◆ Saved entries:

⟨

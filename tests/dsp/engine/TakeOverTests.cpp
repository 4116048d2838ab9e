// A ringing engine handed to another design: what should be silent is, what should change does, nothing clicks.
#include "dsp/analysis/Measure.h"
#include "dsp/board/OnBoard.h"
#include "dsp/engine/Engine.h"
#include "tests/support/AllocationGuard.h"
#include "tests/support/PlainInstruments.h"

#include <catch2/catch.hpp>

#include <algorithm>
#include <cmath>
#include <iostream>
#include <numbers>

using namespace hitchpin;
using engine::Engine;
using support::RealString;

namespace {

constexpr double rate = 48000.0;
/// The goal for a change that should be silent, against what sounds.
constexpr double silentDb = -90.0;

board::Board wood() {
    return support::plainBoard(board::BridgeKind::soundboard, 1, 300.0,
                               {{118.0, 30.0, 0.4, 1.3, {1.0}, 0.0}, {236.0, 32.0, 0.3, 1.5, {1.0}, 0.0}});
}

std::vector<RealString> strings(double cents = 0.0, int frets = 0) {
    const double r = std::exp2(cents / 1200.0);
    return {RealString{"music wire", 1.1, 0.9e-3, 110.0 * r, 45, 1, 0.0, frets},
            RealString{"music wire", 0.65, 0.4e-3, 220.0 * r, 57, 2, 0.4},
            RealString{"nylon", 0.4, 0.8e-3, 330.0 * r, 64}};
}

std::shared_ptr<const design::InstrumentDesign> made(const std::vector<RealString>& courses, design::Quality quality) {
    auto design = design::makeInstrument(support::realDescription(courses, wood()), {rate, quality});
    REQUIRE(design);
    return *design;
}

void pluckAll(Engine& engine) {
    for (int s = 0; s < 4; ++s)
        engine.pluck(s, {1.0, 0.13 + 0.05 * s, 0.002, 1.1});
}

std::vector<double> rendered(Engine& engine, double seconds) {
    std::vector<double> sound(static_cast<std::size_t>(seconds * rate));
    engine.process(sound.data(), nullptr, static_cast<int>(sound.size()));
    return sound;
}

/// Differences of third order: 18 dB an octave down from half the rate, so that a step or a corner stands out.
std::vector<double> highPassed(std::vector<double> x) {
    for (int order = 0; order < 3; ++order)
        for (std::size_t i = x.size(); i-- > 1;)
            x[i] = 0.5 * (x[i] - x[i - 1]);
    x.erase(x.begin(), x.begin() + 3);
    return x;
}

double peak(const std::vector<double>& x) {
    double most = 0.0;
    for (const double v : x)
        most = std::max(most, std::abs(v));
    return most;
}

double decibels(double a, double b) { return 20.0 * std::log10(std::max(a, 1e-300) / b); }

} // namespace

// Turned red by: filters that are not run in, a line copied one sample off, a release that is forgotten.
TEST_CASE("Taking over a ringing instrument of the same design is silent", "[engine][takeover]") {
    const auto design = made(strings(), design::Quality::live);
    for (const double at : {0.004, 0.7}) { // while the plucks are being sent, and long after
        Engine still(design), before(design), after(design);
        for (Engine* engine : {&still, &before})
            pluckAll(*engine);
        rendered(still, at);
        rendered(before, at);
        REQUIRE(after.takeOver(before));
        const auto expected = rendered(still, 1.5), heard = rendered(after, 1.5);
        std::vector<double> difference(expected.size());
        std::transform(heard.begin(), heard.end(), expected.begin(), difference.begin(), std::minus<>());
        const double off = decibels(peak(difference), peak(expected));
        std::cout << "same design after " << at << " s: " << off << " dB (goal " << silentDb << ")\n";
        CHECK(off <= silentDb);
        CHECK_FALSE(after.takingOver());
    }
}

// A reference design for a live one: true partials for those beyond what the live one covers, but no click.
TEST_CASE("A finer design takes over without a click", "[engine][takeover]") {
    const auto coarse = made(strings(), design::Quality::live), fine = made(strings(), design::Quality::reference);
    Engine still(coarse), before(coarse), after(fine);
    for (Engine* engine : {&still, &before}) {
        pluckAll(*engine);
        rendered(*engine, 0.7);
    }
    REQUIRE(after.takeOver(before));
    const auto expected = rendered(still, 0.3), heard = rendered(after, 0.3);
    // Beside what either sounds up there by itself.
    const double own = peak(highPassed(expected)), click = decibels(std::max(peak(highPassed(heard)) - own, 0.0), peak(expected));
    std::cout << "live to reference: high-passed peak over that of the undisturbed sound " << click << " dB (goal " << silentDb << ")\n";
    CHECK(click <= silentDb);
    CHECK(std::abs(decibels(peak(heard), peak(expected))) < 0.5);
}

// Turned red by: a design that only new notes follow.
TEST_CASE("Strings that ring follow their new tension", "[engine][takeover]") {
    Engine before(made(strings(), design::Quality::live)), after(made(strings(50.0), design::Quality::live));
    for (const int other : {0, 2, 3})
        before.damp(other, 0.01);
    before.pluck(1, {1.0, 0.2, 0.002, std::numbers::pi / 2.0});
    rendered(before, 0.3);
    const double energy = before.energy();
    REQUIRE(after.takeOver(before));
    std::vector<double> out(4096);
    double most = 0.0;
    for (int i = 0; i < 20; ++i) {
        after.process(out.data(), nullptr, 480);
        most = std::max(most, after.energy());
    }
    std::cout << "50 cents up while ringing: energy at most " << 10.0 * std::log10(most / energy) << " dB over what was there\n";
    CHECK(10.0 * std::log10(most / energy) < 0.5);
    // Where the board lets it sound, the other strings at rest.
    const auto description = support::realDescription(strings(50.0), wood());
    const auto& string = description.courses[1].strings[0];
    const double said = board::partialOnBoard(string.partials, string.statics.impedance,
                                              design::mobilityFor(description, 1, 0), 1).frequency;
    const auto measured = analysis::measurePartials(rendered(after, 1.0), rate, std::vector{said, 2.0 * said});
    REQUIRE(measured.front().frequency > 0.0);
    const double cents = analysis::centsBetween(measured.front().frequency, said);
    std::cout << "its new pitch is " << cents << " cent from where the board lets it sound\n";
    CHECK(std::abs(cents) < 0.1);
}

TEST_CASE("What is not alike is not taken over", "[engine][takeover]") {
    Engine before(made(strings(), design::Quality::live));
    pluckAll(before);
    rendered(before, 0.1);
    auto fewer = strings();
    fewer.pop_back();
    Engine other(made(fewer, design::Quality::live));
    CHECK_FALSE(other.takeOver(before));
    Engine fretted(made(strings(0.0, 3), design::Quality::live));
    CHECK_FALSE(fretted.takeOver(before));
    // Nor while one take-over is still going on.
    Engine next(made(strings(), design::Quality::live)), third(made(strings(), design::Quality::live));
    REQUIRE(next.takeOver(before));
    CHECK_FALSE(third.takeOver(next));
    rendered(next, 0.5);
    CHECK(third.takeOver(next));
}

TEST_CASE("Taking over asks nothing of the heap and depends on no block", "[engine][takeover]") {
    const auto design = made(strings(), design::Quality::live), other = made(strings(20.0), design::Quality::live);
    std::vector<std::vector<double>> sounds;
    for (const int block : {24000, 64, 7}) {
        Engine before(design), after(other);
        pluckAll(before);
        rendered(before, 0.2);
        std::vector<double> sound(24000);
        {
            const support::AllocationGuard guard;
            REQUIRE(after.takeOver(before));
            for (int done = 0; done < 24000; done += block)
                after.process(sound.data() + done, nullptr, std::min(block, 24000 - done));
            CHECK(guard.allocations() == 0);
            CHECK(guard.frees() == 0);
        }
        sounds.push_back(std::move(sound));
    }
    CHECK(sounds[0] == sounds[1]);
    CHECK(sounds[0] == sounds[2]);
}
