// The sound does not depend on how time is cut, on what was played before a reset, or on anything but the plucks.
#include "dsp/playing/Player.h"
#include "tests/support/PlainInstruments.h"

#include <catch2/catch.hpp>

#include <algorithm>
#include <cmath>
#include <cstring>
#include <functional>
#include <iostream>

using namespace hitchpin;
using engine::Engine;
using support::RealString;

namespace {

constexpr int total = 48000;

std::shared_ptr<const design::InstrumentDesign> coupled() {
    // A bridge with two points and one with a single, on one board.
    auto board = support::plainBoard(board::BridgeKind::soundboard, 2, 300.0,
                                     {{197.0, 30.0, 0.3, 1.2, {1.0, 0.7, 0.5}, -0.3},
                                      {410.0, 35.0, 0.2, 1.5, {0.8, -1.0, -0.6}, 0.4}});
    const auto second = board::addBridge("second", 0, board, 1, 250.0);
    auto description = support::realDescription(
        {RealString{"music wire", 0.62, 1.0e-3, 261.6, 60, 3, 0.7, 0, true},
         RealString{"music wire", 0.648, 0.33e-3, 329.6, 64, 1, 0.0, 7, false, {}, 0, 0.3},
         RealString{"nylon", 0.65, 0.9e-3, 196.0, 55, 1, 0.0, 0, false, {}, 1, 0.9},
         RealString{"music wire", 0.052, 0.79e-3, 4186.0, 108, 1, 0.0, 0, true, {}, 0, 0.05}},
        board);
    description.bridges = {{"first", 0, 0, 2}, second};
    static const auto design = support::designed(description);
    return design;
}

struct Act {
    int frame;
    std::function<void(Engine&)> what;
};

/// Everything a player can do, at times that are no multiples of anything.
std::vector<Act> performance() {
    return {{0, [](Engine& e) { e.pluck(0, {2.0, 0.2, 0.003, 0.8}); }},
            {333, [](Engine& e) { e.pluck(3, {1.0, 0.13, 0.001, 1.2}); }},
            {1001, [](Engine& e) { e.listen({0.9, 0.6}); }},
            {5003, [](Engine& e) { e.pluck(5, {3.0, 0.3, 0.0, 1.5}); }},
            {7777, [](Engine& e) { e.stopAt(3, 5); }},
            {7778, [](Engine& e) { e.pluck(3, {1.5, 0.2, 0.002, 0.7}); }},
            {12345, [](Engine& e) { e.damp(0, 0.2); e.damp(1, 0.2); }},
            {20011, [](Engine& e) { e.silence(3); }},
            {20040, [](Engine& e) { e.pluck(3, {1.0, 0.4, 0.0, 1.0}); }},
            {23456, [](Engine& e) { e.damp(0, 0.0); e.pluck(4, {0.5, 0.5, 0.004, 0.1}); }},
            {31111, [](Engine& e) { e.silence(); }},
            {40000, [](Engine& e) { e.pluck(2, {2.0, 0.15, 0.003, 1.3}); }}};
}

struct Stereo {
    std::vector<double> left = std::vector<double>(total), right = std::vector<double>(total);
    bool operator==(const Stereo& other) const {
        return std::memcmp(left.data(), other.left.data(), total * sizeof(double)) == 0 &&
               std::memcmp(right.data(), other.right.data(), total * sizeof(double)) == 0;
    }
};

Stereo play(Engine& engine, int block) {
    Stereo sound;
    const auto acts = performance();
    std::size_t next = 0;
    for (int done = 0; done < total;) {
        while (next < acts.size() && acts[next].frame == done)
            acts[next++].what(engine);
        int count = std::min(block, total - done);
        if (next < acts.size())
            count = std::min(count, acts[next].frame - done);
        engine.process(sound.left.data() + done, sound.right.data() + done, count);
        done += count;
    }
    return sound;
}

} // namespace

// Turned red by: a rest decided on the host's block, or a reduction whose order depends on the block.
TEST_CASE("Blocks of any size give bit identical sound", "[engine]") {
    Engine whole(coupled());
    const Stereo expected = play(whole, total);
    CHECK(std::any_of(expected.left.begin(), expected.left.end(), [](double x) { return std::abs(x) > 0.1; }));
    CHECK(std::all_of(expected.left.begin(), expected.left.end(), [](double x) { return std::isfinite(x); }));
    for (const int block : {1, 7, 64, 480, 4096}) {
        Engine engine(coupled());
        CAPTURE(block);
        CHECK(play(engine, block) == expected);
    }
}

// Turned red by: a listener who starts to move again each time it is told where it already is.
TEST_CASE("Saying again where one listens changes nothing", "[engine]") {
    Engine once(coupled()), often(coupled());
    std::vector<double> a(9600), b(9600);
    for (Engine* engine : {&once, &often}) {
        engine->pluck(0, {2.0, 0.2, 0.003, 0.8});
        engine->process(a.data(), nullptr, 960);
        engine->listen({0.9, 0.6}); // a move that takes longer than the blocks below
    }
    once.process(a.data(), nullptr, 9600);
    for (int done = 0; done < 9600; done += 96) {
        often.listen({0.9, 0.6});
        often.process(b.data() + done, nullptr, 96);
    }
    CHECK(std::memcmp(a.data(), b.data(), a.size() * sizeof(double)) == 0);
}

// Turned red by: any state that reset forgets.
TEST_CASE("Reset equals fresh to the last bit", "[engine]") {
    Engine fresh(coupled());
    const Stereo expected = play(fresh, 480);
    Engine used(coupled());
    play(used, 64);
    used.pluck(1, {5.0, 0.3, 0.0, 1.0});
    std::vector<double> some(777);
    used.process(some.data(), nullptr, 777);
    used.reset();
    used.listen({}); // a listener stays where it is over a reset
    used.reset();
    CHECK(used.silent());
    CHECK(play(used, 480) == expected);
}

TEST_CASE("Silence in gives silence out, and a sound ends in true silence", "[engine]") {
    Engine engine(coupled());
    std::vector<double> out(9600, 1.0);
    engine.process(out.data(), nullptr, 9600);
    CHECK(std::all_of(out.begin(), out.end(), [](double x) { return x == 0.0; }));
    CHECK(engine.silent());

    for (int string = 0; string < 6; ++string)
        engine.pluck(string, {1.0, 0.2, 0.0, 0.8});
    for (int string = 0; string < 6; ++string)
        engine.damp(string, 0.3);
    int denormals = 0;
    double seconds = 0.0;
    for (; seconds < 60.0 && !engine.silent(); seconds += 0.2) {
        engine.process(out.data(), nullptr, 9600);
        denormals += static_cast<int>(
            std::count_if(out.begin(), out.end(), [](double x) { return std::fpclassify(x) == FP_SUBNORMAL; }));
    }
    std::cout << "damped to T60 0.3 s, true silence after " << seconds << " s\n";
    CHECK(engine.silent());
    // From some 1e-4 J to 1e-22 J is 180 dB: three T60, and the time to notice. A slow state anywhere takes longer.
    CHECK(seconds <= 1.2);
    CHECK(engine.energy() == 0.0);
    CHECK(denormals == 0);
    engine.process(out.data(), nullptr, 9600);
    CHECK(std::all_of(out.begin(), out.end(), [](double x) { return x == 0.0; }));
}

TEST_CASE("Plucks that are no numbers and strings that do not exist are ignored", "[engine]") {
    Engine engine(coupled());
    const double nan = std::nan(""), infinite = INFINITY;
    engine.pluck(0, {nan, 0.2, 0.0, 1.0});
    engine.pluck(0, {1.0, infinite, 0.0, 1.0});
    engine.pluck(0, {1.0, 0.2, nan, 1.0});
    engine.pluck(0, {1.0, 0.2, 0.0, infinite});
    engine.pluck(-1, {});
    engine.pluck(99, {});
    engine.damp(99, 1.0);
    engine.damp(0, nan);
    engine.stopAt(3, 99);
    engine.stopAt(3, -1);
    engine.stopAt(-7, 0);
    engine.silence(99);
    engine.listen({nan, 0.0});
    CHECK(engine.silent());
    CHECK(engine.velocityAt(99, true, 0.5) == 0.0);
    CHECK(engine.energy(99) == 0.0);
}
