def test_an_expired_session_stops_sending_and_never_writing(
    book: Book, tablet: Callable[..., Page]
) -> None:
    page = loaded(tablet)
    begin(page, book)
    Session.objects.all().delete()
    nothing_found(page, book.toe.pk)
    page.goto("/tablet/#/send")
    page.get_by_role("link", name="Sign in to send").click()
    sign_in(page, "crew", there=True)
    send_now(page)
    expect(page.get_by_text("in the book, entry")).to_be_visible()
    assert Inspection.objects.get().author == book.people["crew"]


def test_two_people_share_a_tablet_and_each_sends_their_own(
    book: Book, tablet: Callable[..., Page]
) -> None:
    page = loaded(tablet)
    page.context.set_offline(True)
    begin(page, book)
    nothing_found(page, book.toe.pk)
    page.goto("/tablet/#/who")
    page.get_by_role("button", name="Tamás Őri").click()
    # What one person looked with is not the other's: it is asked anew.
    page.goto("/tablet/#/round")
    page.get_by_role("link", name="1 · Heel post, upper weld").click()
    expect(page.get_by_label("Instrument")).to_have_value("")
    begin(page, book, begun=True)
    nothing_found(page, book.heel.pk)
    page.context.set_offline(False)
    send_now(page)
    expect(page.get_by_text("in the book, entry")).to_be_visible()
    expect(page.get_by_text("1 of these were written by someone else")).to_be_visible()
    assert Inspection.objects.get().author == book.people["crew"]
    page.context.clear_cookies()
    sign_in(page, "engineer")
    page.goto("/tablet/")
    send_now(page)
    expect(page.get_by_text("Nothing waits to be sent.").first).to_be_visible()
    authors = Inspection.objects.order_by("pk").values_list("author__username", flat=True)
    assert list(authors) == ["crew", "engineer"]


def test_what_the_book_cannot_take_is_shown_to_be_in_the_tray(
    book: Book, tablet: Callable[..., Page]
) -> None:
    page = loaded(tablet)
    page.context.set_offline(True)
    begin(page, book)
    nothing_found(page, book.toe.pk)
    # Meanwhile somebody found a crack there.
    day = clock.today("Europe/Budapest").isoformat()
    book.log(day, 1200, crack_seen(book.toe, "3", "9"))
    page.context.set_offline(False)
    send_now(page)
    expect(page.get_by_text("in the tray: a person decides")).to_be_visible()
    page.get_by_role("link", name="G-2 · Mitre post, foot").click()
    expect(page.get_by_text("Crack 1 is known here.")).to_be_visible()
    assert TrayItem.objects.count() == 1


def test_a_round_goes_on_on_another_tablet_and_is_declared(
    book: Book, tablet: Callable[..., Page]
) -> None:
    first = loaded(tablet)
    begin(first, book)
    nothing_found_online(first, book.heel.pk)
    second = loaded(tablet, "engineer")
    second.get_by_role("link", name="Round", exact=True).click()
    second.get_by_role("button", name="Take it up").click()
    expect(second.get_by_role("heading", name="Place 2 of 2")).to_be_visible()
    second.get_by_role("link", name="Close the round").click()
    second.get_by_role("button", name="Declare the round").click()
    expect(second.get_by_text("Say why these places were not reached.")).to_be_visible()
    second.get_by_label("Why these places were not reached").fill("under water")
    second.get_by_role("button", name="Declare the round").click()
    send_now(second)
    expect(second.get_by_text("Nothing waits to be sent.").first).to_be_visible()
    declared = RoundDeclared.objects.get()
    assert (declared.seen, declared.not_reached, declared.by) == (1, 1, book.people["engineer"])
    assert declared.key == SentFromTablet.objects.get().round


def nothing_found_online(page: Page, place: int) -> None:
    page.goto(f"/tablet/#/place/{place}")
    page.get_by_role("button", name="nothing found").click()
    page.get_by_role("button", name="Write it down").click()
    expect(page.get_by_role("heading", name="The verdict")).to_be_visible()


def test_with_signal_the_verdict_comes(book: Book, tablet: Callable[..., Page]) -> None:
    page = loaded(tablet)
    begin(page, book)
    nothing_found_online(page, book.heel.pk)
    expect(page.get_by_text("Not to be used until an engineer has decided.")).to_be_visible()


def test_inches_are_converted_once_and_both_are_shown(
    book: Book, tablet: Callable[..., Page]
) -> None:
    set_tablet_rules(book.people["administrator"], book.site, keep_days=14, inches=True)
    page = loaded(tablet)
    page.context.set_offline(True)
    begin(page, book)
    page.get_by_role("button", name="a crack").click()
    page.get_by_role("button", name="inch", exact=True).click()
    type_size(page, "3/8")
    expect(page.get_by_text("depth 3/8 in = 9.525\u00a0mm")).to_be_visible()
    page.get_by_role("button", name="next", exact=True).click()
    type_size(page, "1.5")
    page.get_by_role("button", name="next", exact=True).click()
    page.get_by_role("button", name="Write it down").click()
    expect(page.get_by_role("heading", name="Written down")).to_be_visible()
    page.context.set_offline(False)
    send_now(page)
    expect(page.get_by_text("in the book, entry")).to_be_visible()
    measured = Finding.objects.get().measurement
    assert (str(measured.depth_mm), str(measured.length_mm)) == ("9.525", "38.100")
    assert "3/8 in" in SentFromTablet.objects.get().shown


def test_a_scanned_label_opens_the_part_with_no_signal(
    book: Book, tablet: Callable[..., Page]
) -> None:
    page = loaded(tablet)
    page.context.set_offline(True)
    page.goto(f"/component/{book.gate.pk}/")
    expect(page.get_by_role("heading", name="G-2 · Lower gate, north leaf")).to_be_visible()
    page.goto("/tablet/#/index")
    page.get_by_label("The number on the part").fill("g-2")
    page.get_by_role("button", name="Find it").click()
    expect(page.get_by_text("In force, as this tablet knows it")).to_be_visible()


def test_a_revoked_tablet_wipes_the_round_and_keeps_what_waits(
    book: Book, tablet: Callable[..., Page]
) -> None:
    page = loaded(tablet)
    page.context.set_offline(True)
    begin(page, book)
    nothing_found(page, book.toe.pk)
    revoke_tablet(book.people["administrator"], book.site, Device.objects.get().pk)
    page.context.set_offline(False)
    page.goto("/tablet/#/")
    page.get_by_role("button", name="Load the round again").click()
    expect(page.get_by_text("was revoked")).to_be_visible()
    expect(page.get_by_text("No round is on this tablet.")).to_be_visible()
    send_now(page)
    expect(page.get_by_text("in the tray: a person decides")).to_be_visible()
    assert TrayItem.objects.count() == 1


def test_what_waits_of_someone_whose_role_ended_is_kept(
    book: Book, tablet: Callable[..., Page]
) -> None:
    page = loaded(tablet)
    page.context.set_offline(True)
    begin(page, book)
    nothing_found(page, book.toe.pk)
    Membership.objects.filter(person=book.people["crew"]).update(ended_at=clock.now())
    page.context.set_offline(False)
    send_now(page)
    expect(page.get_by_text("in the tray: a person decides")).to_be_visible()


def test_a_colleague_hands_in_what_someone_without_a_role_left_behind(
    book: Book, tablet: Callable[..., Page]
) -> None:
    page = loaded(tablet)
    page.context.set_offline(True)
    begin(page, book)
    nothing_found(page, book.toe.pk)
    page.context.clear_cookies()
    page.context.set_offline(False)
    sign_in(page, "engineer")
    page.goto("/tablet/")
    send_now(page)
    hand_in = page.get_by_role("button", name="They have no role here any more: hand them in")
    hand_in.click()
    # The author still has the role: it goes on waiting for that person.
    expect(page.get_by_text("1 of these were written by someone else")).to_be_visible()
    assert not TrayItem.objects.exists()
    Membership.objects.filter(person=book.people["crew"]).update(ended_at=clock.now())
    hand_in.click()
    expect(page.get_by_text("in the tray: a person decides")).to_be_visible()
    assert TrayItem.objects.get().author == book.people["engineer"]
    assert not Inspection.objects.exists()


def test_what_waits_is_saved_to_a_file_that_the_book_takes(
    book: Book, tablet: Callable[..., Page], tmp_path: Path
) -> None:
    page = loaded(tablet)
    page.context.set_offline(True)
    begin(page, book)
    nothing_found(page, book.toe.pk)
    page.goto("/tablet/#/send")
    with page.expect_download() as saved:
        page.get_by_role("button", name="Save what waits to a file").click()
    file = tmp_path / "waiting.json"
    saved.value.save_as(file)
    crew = tablet("crew", "desk")
    crew.goto("/site/lower-mill/tablets/file/")
    crew.get_by_label("The file that the tablet saved").set_input_files(file)
    crew.get_by_role("button", name="Read it").click()
    expect(crew.get_by_text("In the book.")).to_be_visible()
    # The tablet finds its signal after all: nothing is doubled.
    page.context.set_offline(False)
    send_now(page)
    expect(page.get_by_text("in the book, entry")).to_be_visible()
    assert Inspection.objects.count() == 1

⟩

In the records above, find the lines holding "these". Copy each one.

    expect(page.get_by_text("1 of these were written by someone else")).to_be_visible()
    expect(second.get_by_text("Say why these places were not reached.")).to_be_visible()
    second.get_by_label("Why these places were not reached").fill("under water")
    expect(page.get_by_text("1 of these were written by someone else")).to_be_visible()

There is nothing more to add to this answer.